> What to produce
Scan the records below. List lines holding "changed".

> Dataset records
"use client";

import { useSyncExternalStore } from "react";
import { rememberChoice } from "@/components/shell/browser-cookie";
import { Glyph } from "@/components/ui/glyph";

const DARK = "(prefers-color-scheme: dark)";

function subscribe(changed: () => void): () => void {
  const system = window.matchMedia(DARK);
  const choice = new MutationObserver(changed);
  choice.observe(document.documentElement, { attributes: true, attributeFilter: ["data-theme"] });
  system.addEventListener("change", changed);
  return () => {
    choice.disconnect();
    system.removeEventListener("change", changed);
  };
}

function isNight(): boolean {
  const chosen = document.documentElement.dataset.theme;
  return chosen ? chosen === "night" : window.matchMedia(DARK).matches;
}

/** Night shift on or off; until it is pressed the system decides. */
export function NightToggle() {
  const night = useSyncExternalStore(subscribe, isNight, () => false);
  const toggle = () => {
    const theme = night ? "day" : "night";
    rememberChoice("theme", theme);
    document.documentElement.dataset.theme = theme;
  };
  return (
    <button type="button" className="me-menu__row" role="switch" aria-checked={night} onClick={toggle}>
      <Glyph name="ui-night" />
      Night shift
      <span className="switch" aria-hidden="true" />
    </button>
  );
}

> Written response
function subscribe(changed: () => void): () => void {
  const choice = new MutationObserver(changed);
  system.addEventListener("change", changed);
    system.removeEventListener("change", changed);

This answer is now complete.